▶ [Work to be completed]:
Reproduce the records below exactly, but only between the lines holding "same tasks interface" and "from registry.services.access import require_ability", inclusive.

▶ [Supplied data]:
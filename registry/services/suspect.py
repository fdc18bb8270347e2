"""Suspect marks: a mark awaiting re-observation, and the only ways in and out of that status.

A mark becomes **suspect** (``MarkStatus.SUSPECT``, with ``suspect_since`` and ``suspect_reason``):

* when a visit that found it ``disturbed`` or ``searched_not_found`` is recorded on an *active* mark and
  is dated on or after the publication date (``decided_at``, UTC day) of the mark's newest published
  position, or the mark has no published position (:func:`visit_suspicion`, called by
  ``services.fieldwork.visit_record`` in the visit's transaction, so pages, API, imports and commands
  obey it alike). A later ``intact`` visit does not clear it: what the crew saw does not re-establish
  the coordinates;
* through :func:`mark_make_suspect`, the helper every such rule calls inside its transaction (a failed
  movement check will call it too).

It stops being suspect (back to ``active``):

* when a new position of the mark is published (``services.positions.position_publish`` calls
  :func:`lift_suspicion` and records it in its own audit row), or
* by a manager's clearance, :func:`mark_clear_suspect` (note required, optimistic version, audited).

The generic status action (``services.marks.mark_set_status``) is no back door: it never sets
``suspect`` and never moves a suspect mark to ``active``. It may retire a suspect mark or record it
destroyed (with the usual note; that ends the suspicion, and its audit row keeps what it was). When a
retired or destroyed mark is made active again, the visit rule is applied to its stored visits at once
(:func:`history_suspicion`): if its latest disturbed or not-found visit is not older than its newest
published position, it comes back suspect. Visits never change a retired or destroyed mark.

Every change bumps the mark's edit version (a file or a form made before it is stale) and writes an
audit row: ``mark_make_suspect``, ``mark_clear_suspect`` (and ``mark_clear_suspect_refused`` for a stale
clearance).
"""

from __future__ import annotations

import datetime as dt
from typing import Any

from django.db import transaction
from django.db.models import F, Max
from django.utils import timezone

from registry.errors import Conflict
from registry.models import SUSPECT_FINDINGS, Finding, Mark, MarkStatus, Position, PositionState, Visit
from registry.roles import Ability
from registry.services._input import parse_note
from registry.services.access import access_mark_by_code
from registry.services.audit import audit_record
from registry.services.documents import documents_mark_changed

#: Longest reason stored (the model's max_length).
REASON_MAX = 200

_REASON_WORDS: dict[str, str] = {
    Finding.DISTURBED: "the visit of {day} found it disturbed",
    Finding.SEARCHED_NOT_FOUND: "the visit of {day} searched for it and did not find it",
}


def visit_reason(finding: str, day: dt.date) -> str:
    """The words kept as ``suspect_reason`` for a visit with ``finding`` on ``day``.

    >>> visit_reason("disturbed", dt.date(2025, 3, 4))
    'the visit of 2025-03-04 found it disturbed'
    """
    return _REASON_WORDS[finding].format(day=day.isoformat())


def newest_publication_day(mark_id: int) -> dt.date | None:
    """The UTC day on which the mark's newest published position was published (None: none published)."""
    moment = Position.objects.filter(mark_id=mark_id, state=PositionState.PUBLISHED).aggregate(m=Max("decided_at"))["m"]
    return None if moment is None else timezone.localtime(moment, dt.UTC).date()


def mark_make_suspect(*, mark: Mark, reason: str, since: dt.date, actor, note: str = "") -> bool:
    """Make an active ``mark`` suspect; call it inside the transaction of the action that found the cause.

    The caller has decided that the mark is to be suspect and holds its row (``select_for_update``).
    Only an active mark changes: a mark that is already suspect keeps its first reason and date, and a
    retired or destroyed mark is left alone. The change bumps the mark's version and is audited
    (``mark_make_suspect``). ``mark`` is refreshed in place.

    Parameters
    ----------
    mark
        The mark (a model instance).
    reason
        Plain words shown to users ("the visit of 2025-03-04 found it disturbed"); cut to 200 characters.
    since
        The day the cause was observed (a visit's date, a check's observation date).
    actor
        Who caused it (the user recording the visit, publishing the check...), or None for a system step.
    note
        Optional extra text for the audit row.

    Returns
    -------
    bool
        True when the mark became suspect now.
    """
    reason = (reason or "").strip()[:REASON_MAX]
    updated = Mark.objects.filter(pk=mark.pk, status=MarkStatus.ACTIVE).update(
        status=MarkStatus.SUSPECT,
        suspect_since=since,
        suspect_reason=reason,
        version=F("version") + 1,
        updated_at=timezone.now(),
    )
    if not updated:
        return False
    before_version = mark.version
    mark.refresh_from_db(fields=["status", "suspect_since", "suspect_reason", "version", "updated_at"])
    audit_record(
        actor=actor,
        action="mark_make_suspect",
        obj=mark,
        before={"status": MarkStatus.ACTIVE, "version": before_version},
        after={
            "status": MarkStatus.SUSPECT,
            "suspect_since": since,
            "suspect_reason": reason,
            "version": mark.version,
        },
        note=note,
    )
    documents_mark_changed(mark, f"status changed from active to suspect ({reason})", actor=actor)
    return True


def visit_suspicion(*, visit: Visit, mark: Mark, actor) -> bool:
    """Apply the visit rule (module docstring) to a visit just recorded; True when the mark became suspect."""
    if visit.finding not in SUSPECT_FINDINGS or mark.status != MarkStatus.ACTIVE:
        return False
    published = newest_publication_day(mark.pk)
    if published is not None and visit.visited_on < published:
        return False  # an older report: a position published since then already answers it
    return mark_make_suspect(
        mark=mark, reason=visit_reason(visit.finding, visit.visited_on), since=visit.visited_on, actor=actor
    )


def lift_suspicion(mark: Mark) -> dict[str, Any] | None:
    """A suspect mark made active again: inside ``position_publish`` (a newly published position) and
    by a manager's clearance (:func:`mark_clear_suspect`).

    Bumps the version. Returns the ``before``/``after`` values for the caller's audit row, or None when
    the mark was not suspect.
    """
    if mark.status != MarkStatus.SUSPECT:
        return None
    before = {
        "status": mark.status,
        "suspect_since": mark.suspect_since,
        "suspect_reason": mark.suspect_reason,
        "version": mark.version,
    }
    Mark.objects.filter(pk=mark.pk).update(
        status=MarkStatus.ACTIVE,
        suspect_since=None,
        suspect_reason="",
        version=F("version") + 1,
        updated_at=timezone.now(),
    )
    mark.refresh_from_db(fields=["status", "suspect_since", "suspect_reason", "version", "updated_at"])
    after = {"status": mark.status, "suspect_since": None, "suspect_reason": "", "version": mark.version}
    return {"before": before, "after": after}


def mark_clear_suspect(*, actor, code: str, note: str, expected_version: Any) -> Mark:
    """A manager's clearance: a suspect mark goes back to active, with the reason in ``note``.

    Raises
    ------
    registry.errors.NotFound
        No such mark (or the actor may not view the registry).
    registry.errors.PermissionDeniedError
        The actor is not a manager (ability MANAGE).
    django.core.exceptions.ValidationError
        ``note_required``, ``version_required``, ``invalid_version``.
    registry.errors.Conflict
        ``stale_version`` (someone changed the mark since ``expected_version``; audited as
        ``mark_clear_suspect_refused``) or ``not_suspect``.
    """
    from registry.services.marks import _conflict, _parse_version

    version = _parse_version(expected_version)
    note = parse_note(note, required=True, what="clearing the suspicion")
    conflict: Conflict | None = None
    with transaction.atomic():
        mark = access_mark_by_code(actor, code, ability=Ability.MANAGE, for_update=True)
        if mark.version != version:
            current, conflict = _conflict(mark.pk, {"status": MarkStatus.ACTIVE}, version)
            audit_record(
                actor=actor,
                action="mark_clear_suspect_refused",
                obj=current,
                before={"status": current.status, "version": current.version},
                after={"status": MarkStatus.ACTIVE, "version": version},
                note=note,
            )
        elif mark.status != MarkStatus.SUSPECT:
            raise Conflict(
                f"Mark {mark.code} is {mark.get_status_display()}, not suspect; there is nothing to clear.",
                code="not_suspect",
                details={"status": mark.status},
            )
        else:
            change = lift_suspicion(mark)  # the same change a newly published position makes
            assert change is not None  # the mark is suspect (checked above)
            audit_record(
                actor=actor,
                action="mark_clear_suspect",
                obj=mark,
                before=change["before"],
                after=change["after"],
                note=note,
            )
            documents_mark_changed(mark, "status changed from suspect to active (cleared)", actor=actor)
    if conflict is not None:
        raise conflict
    return mark


def _latest_suspect_visit(mark_id: int) -> Visit | None:
    return (
        Visit.objects.filter(mark_id=mark_id, finding__in=SUSPECT_FINDINGS)
        .order_by("-visited_on", "-created_at", "-id")
        .first()
    )


def history_suspicion(*, mark: Mark, actor, note: str = "") -> bool:
    """Apply the visit rule to the visits already stored for one active ``mark`` (row held by the caller).

    The mark becomes suspect when its latest disturbed or not-found visit is dated on or after its newest
    publication day, or it has no published position. True when it became suspect now.
    """
    if mark.status != MarkStatus.ACTIVE:
        return False
    visit = _latest_suspect_visit(mark.pk)
    if visit is None:
        return False
    published = newest_publication_day(mark.pk)
    if published is not None and visit.visited_on < published:
        return False
    return mark_make_suspect(
        mark=mark, reason=visit_reason(visit.finding, visit.visited_on), since=visit.visited_on, actor=actor, note=note
    )


def suspects_from_history(*, actor, note: str = "") -> list[str]:
    """:func:`history_suspicion` for every active mark with a disturbed or not-found visit (``load_demo``).

    Migration 0006 applies the same rule to an existing registry. Returns the codes made suspect.
    """
    ids = (
        Visit.objects.filter(finding__in=SUSPECT_FINDINGS, mark__status=MarkStatus.ACTIVE)
        .values_list("mark_id", flat=True)
        .distinct()
    )
    made = []
    with transaction.atomic():
        for mark in Mark.objects.select_for_update().filter(pk__in=list(ids)).order_by("code"):
            if history_suspicion(mark=mark, actor=actor, note=note):
                made.append(mark.code)
    return made
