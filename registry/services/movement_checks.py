"""Movement checks kept: a comparison's outcome stored with its position (on proposing and at publication),
read back, and put in words for the API, commands and audit rows.

The comparison itself is :mod:`registry.services.movement`.
"""

from __future__ import annotations

from types import SimpleNamespace
from typing import Any

from registry.models import CheckStage, MovementCheck, MovementVerdict
from registry.services.movement import MovementOutcome

__all__ = [
    "CheckStage",
    "check_summary",
    "latest_check",
    "movement_check_build",
    "movement_check_store",
    "movement_check_values",
    "stored_check_dict",
]


def movement_check_store(*, outcome: MovementOutcome, stage: str, actor) -> MovementCheck:
    """Keep ``outcome`` for its (saved) position; call inside the caller's transaction."""
    check = movement_check_build(outcome=outcome, stage=stage, actor=actor)
    check.save(force_insert=True)
    return check


def movement_check_build(*, outcome: MovementOutcome, stage: str, actor) -> MovementCheck:
    """The unsaved check row of ``outcome``."""
    return MovementCheck(**movement_check_values(outcome=outcome, stage=stage, actor=actor))


def movement_check_values(*, outcome: MovementOutcome, stage: str, actor) -> dict[str, Any]:
    """The fields of ``outcome``'s check row (model field names; the batch import inserts many at once)."""
    r = outcome.result
    values: dict[str, Any] = {}
    if r is not None:
        values = {
            "statistic": r.statistic,
            "dof": r.dof,
            "critical": r.critical,
            "p_value": r.p_value,
            "statistic_horizontal": r.statistic_horizontal,
            "statistic_vertical": r.statistic_vertical,
            "moved_horizontal": r.moved_horizontal,
            "moved_vertical": r.moved_vertical,
            "d_east_m": float(r.d_enu_m[0]),
            "d_north_m": float(r.d_enu_m[1]),
            "d_up_m": float(r.d_enu_m[2]),
            "detectable_east_m": float(r.detectable_enu_m[0]),
            "detectable_north_m": float(r.detectable_enu_m[1]),
            "detectable_up_m": float(r.detectable_enu_m[2]),
            "added_sigma_east_m": outcome.added_sigma_enu_m[0],
            "added_sigma_north_m": outcome.added_sigma_enu_m[1],
            "added_sigma_up_m": outcome.added_sigma_enu_m[2],
        }
    return {
        "position": outcome.position,
        "compared_with": outcome.compared_with,
        "stage": stage,
        "verdict": outcome.verdict,
        "level": outcome.level,
        "power": outcome.power,
        "above_threshold": outcome.above_threshold,
        "used_velocity": outcome.used_velocity,
        "frame_chain": outcome.frame_chain,
        "warnings": outcome.warnings,
        "reason": outcome.reason,
        "created_by": actor if getattr(actor, "is_authenticated", False) else None,
        **values,
    }


def latest_check(position_id: int, stage: str | None = None) -> MovementCheck | None:
    qs = MovementCheck.objects.filter(position_id=position_id)
    if stage:
        qs = qs.filter(stage=stage)
    return qs.order_by("-created_at", "-id").first()


def _mm(value: float | None) -> float | None:
    return None if value is None else round(float(value) * 1000.0, 2)


def stored_check_dict(check: MovementCheck) -> dict[str, Any]:
    """A stored check in the shape of :meth:`MovementOutcome.as_dict` (plus when, and at which stage)."""
    compared = check.statistic is not None
    return {
        "verdict": check.verdict,
        "verdict_words": MovementVerdict(check.verdict).label,
        "compared_with": check.compared_with_id,
        "level": check.level,
        "power": check.power,
        "d_east_mm": _mm(check.d_east_m),
        "d_north_mm": _mm(check.d_north_m),
        "d_up_mm": _mm(check.d_up_m),
        "t_global": check.statistic,
        "dof": check.dof,
        "critical": check.critical,
        "p_value": check.p_value,
        "moved_horizontal": check.moved_horizontal,
        "moved_vertical": check.moved_vertical,
        "detectable_mm": {
            "east": _mm(check.detectable_east_m),
            "north": _mm(check.detectable_north_m),
            "up": _mm(check.detectable_up_m),
        }
        if compared
        else None,
        "detectable_above_threshold": check.above_threshold,
        "added_sigma_mm": {
            "east": _mm(check.added_sigma_east_m) or 0.0,
            "north": _mm(check.added_sigma_north_m) or 0.0,
            "up": _mm(check.added_sigma_up_m) or 0.0,
        },
        "used_velocity": check.used_velocity,
        "frame_chain": list(check.frame_chain),
        "warnings": list(check.warnings),
        "reason": check.reason,
        "stage": check.stage,
        "checked_at": check.created_at,
    }


def check_summary(check: MovementCheck | SimpleNamespace) -> dict[str, Any]:
    """What the audit row keeps of a stored check (a saved one, or the values a batch inserted with its id)."""
    return {
        "movement_check_id": check.pk,
        "movement_verdict": check.verdict,
        "movement_t": check.statistic,
        "movement_p": check.p_value,
        "compared_with_id": check.compared_with_id,
    }
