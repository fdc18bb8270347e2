"""Marks imports from the page: run at once when small, by a task worker when large, with progress.

:func:`import_run_start` checks the options and the role now (a bad option is refused before
anything is stored), keeps the file on a :class:`~registry.models.MarkImportRun`, and either runs it
in the request (files up to ``REGISTRY_IMPORT_INLINE_BYTES``, default 256 KiB: about 1,500 rows,
well under a second) or queues it for the task worker (``registry.tasks.run_mark_import``, the
same tasks interface as document builds; ``manage.py db_worker`` works the queue). The page follows
a queued run by reloading itself.

:func:`import_run_execute` calls :func:`registry.services.imports.mark_import` (all or nothing, the
same rules as ``manage.py import_marks``) and keeps the outcome on the run: the summary; or the
number of problems, the first :data:`~registry.services.imports.ERRORS_SHOWN` to show, and every one
as compressed CSV to download (a file of 100,000 bad rows must not make a page of 50 MB). The file
itself is dropped when the run ends.
"""

from __future__ import annotations

import csv
import gzip
import hashlib
import io
import logging

from django.conf import settings
from django.core.exceptions import ValidationError
from django.db import transaction
from django.utils import timezone

from registry.errors import NotFound
from registry.models import ImportState, MarkImportRun
from registry.roles import Ability
from registry.services.access import require_ability
from registry.services.imports import ERRORS_SHOWN, ImportRejected, detect_format, mark_import
from registry.web.csv_safe import spreadsheet_safe  # a pure helper: text a spreadsheet would run

logger = logging.getLogger(__name__)

#: Files up to this size are imported in the request (setting ``REGISTRY_IMPORT_INLINE_BYTES``).
DEFAULT_INLINE_BYTES = 256 * 1024
ERROR_COLUMNS = ("where", "mark", "column", "problem", "code")


def inline_limit_bytes() -> int:
    return int(getattr(settings, "REGISTRY_IMPORT_INLINE_BYTES", DEFAULT_INLINE_BYTES))


def import_run_start(
    *,
    actor,
    content: bytes,
    filename: str,
    fmt: str | None = None,
    update: bool = False,
    overwrite: bool = False,
    dry_run: bool = False,
) -> MarkImportRun:
    """Keep the file on a new run and run it now (small file) or queue it (large file).

    Raises ``PermissionDeniedError`` (not a manager) and ``ValidationError`` (``unknown_format``,
    ``overwrite_needs_update``) before anything is stored.
    """
    require_ability(actor, Ability.MANAGE)
    if overwrite and not update:
        raise ValidationError(
            "overwrite applies to rows of existing marks, so it needs update.", code="overwrite_needs_update"
        )
    detect_format(filename, fmt)
    raw = bytes(content)
    run = MarkImportRun.objects.create(
        requested_by=actor if getattr(actor, "is_authenticated", False) else None,
        filename=(filename or "")[:200],
        format=fmt or "",
        options={"update": bool(update), "overwrite": bool(overwrite), "dry_run": bool(dry_run)},
        sha256=hashlib.sha256(raw).hexdigest(),
        size_bytes=len(raw),
        content=raw,
        step="waiting for a worker",
    )
    if len(raw) <= inline_limit_bytes():
        import_run_execute(run.pk)
    else:
        transaction.on_commit(lambda: _enqueue(run.pk))
    run.refresh_from_db()
    return run


def _enqueue(run_id: int) -> None:
    from registry.tasks import run_mark_import

    try:
        result = run_mark_import.enqueue(run_id)
    except Exception as exc:  # the queue itself is unavailable: say so on the run
        logger.exception("could not enqueue import run %s", run_id)
        MarkImportRun.objects.filter(pk=run_id, state=ImportState.QUEUED).update(
            state=ImportState.FAILED,
            message=f"The import could not be queued: {exc}. Nothing was changed.",
            content=b"",
            finished_at=timezone.now(),
        )
        return
    MarkImportRun.objects.filter(pk=run_id, task_id="").update(task_id=str(result.id)[:64])


def _errors_csv_gz(errors) -> bytes:
    out = io.StringIO(newline="")
    writer = csv.writer(out, lineterminator="\r\n")
    writer.writerow(ERROR_COLUMNS)
    for e in errors:
        writer.writerow([spreadsheet_safe(v) for v in (e.where, e.mark_code, e.field, e.message, e.code)])
    return gzip.compress(out.getvalue().encode("utf-8"), compresslevel=6)


def import_run_execute(run_id: int) -> str:
    """Run a queued import (the task's body); returns the run's final state.

    Progress is written between the steps, outside the import's own transaction (which is all or
    nothing: while it writes, the page says so). A run that is not queued is left alone, so a task
    delivered twice imports once.
    """
    claimed = MarkImportRun.objects.filter(pk=run_id, state=ImportState.QUEUED).update(
        state=ImportState.RUNNING, started_at=timezone.now(), step="starting", progress=0.0
    )
    if not claimed:
        return MarkImportRun.objects.filter(pk=run_id).values_list("state", flat=True).first() or "missing"
    run = MarkImportRun.objects.select_related("requested_by").get(pk=run_id)

    def progress(step: str, fraction: float) -> None:
        if transaction.get_connection().in_atomic_block:
            return  # inside the import's transaction nobody else would see it
        MarkImportRun.objects.filter(pk=run_id).update(step=step[:200], progress=min(max(fraction, 0.0), 1.0))

    outcome: dict = {"content": b"", "finished_at": None, "progress": 1.0}
    try:
        summary = mark_import(
            actor=run.requested_by,
            content=bytes(run.content),
            filename=run.filename,
            fmt=run.format or None,
            update=run.options.get("update", False),
            overwrite=run.options.get("overwrite", False),
            dry_run=run.options.get("dry_run", False),
            progress=progress,
        )
        outcome |= {"state": ImportState.DONE, "summary": summary.as_dict(), "step": "done"}
    except ImportRejected as exc:
        outcome |= {
            "state": ImportState.REFUSED,
            "message": exc.message,
            "error_count": len(exc.errors),
            "errors_shown": [e.as_dict() for e in exc.errors[:ERRORS_SHOWN]],
            "errors_csv_gz": _errors_csv_gz(exc.errors),
            "step": "refused",
        }
    except ValidationError as exc:
        outcome |= {"state": ImportState.REFUSED, "message": " ".join(exc.messages), "step": "refused"}
    except Exception as exc:  # noqa: BLE001 - the run says it failed; the log keeps the trace
        logger.exception("import run %s failed", run_id)
        outcome |= {
            "state": ImportState.FAILED,
            "message": f"The import stopped on an unexpected error ({type(exc).__name__}). Nothing was changed.",
            "step": "failed",
        }
    outcome["finished_at"] = timezone.now()
    MarkImportRun.objects.filter(pk=run_id).update(**outcome)
    return outcome["state"]


def access_import_run(actor, run_id: int) -> MarkImportRun:
    """A run for a manager (the same answer for 'no such run' and 'not allowed': NotFound)."""
    require_ability(actor, Ability.MANAGE)
    run = MarkImportRun.objects.filter(pk=run_id).defer("content").first()
    if run is None:
        raise NotFound(f"No import {run_id}.")
    return run


def import_run_errors_csv(run: MarkImportRun) -> bytes:
    """Every problem of a refused run as CSV text (UTF-8)."""
    data = bytes(run.errors_csv_gz or b"")
    return gzip.decompress(data) if data else (",".join(ERROR_COLUMNS) + "\r\n").encode()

▶ [The answer]:
same tasks interface as document builds; ``manage.py db_worker`` works the queue). The page follows
a queued run by reloading itself.

:func:`import_run_execute` calls :func:`registry.services.imports.mark_import` (all or nothing, the
same rules as ``manage.py import_marks``) and keeps the outcome on the run: the summary; or the
number of problems, the first :data:`~registry.services.imports.ERRORS_SHOWN` to show, and every one
as compressed CSV to download (a file of 100,000 bad rows must not make a page of 50 MB). The file
itself is dropped when the run ends.
"""

from __future__ import annotations

import csv
import gzip
import hashlib
import io
import logging

from django.conf import settings
from django.core.exceptions import ValidationError
from django.db import transaction
from django.utils import timezone

from registry.errors import NotFound
from registry.models import ImportState, MarkImportRun
from registry.roles import Ability
from registry.services.access import require_ability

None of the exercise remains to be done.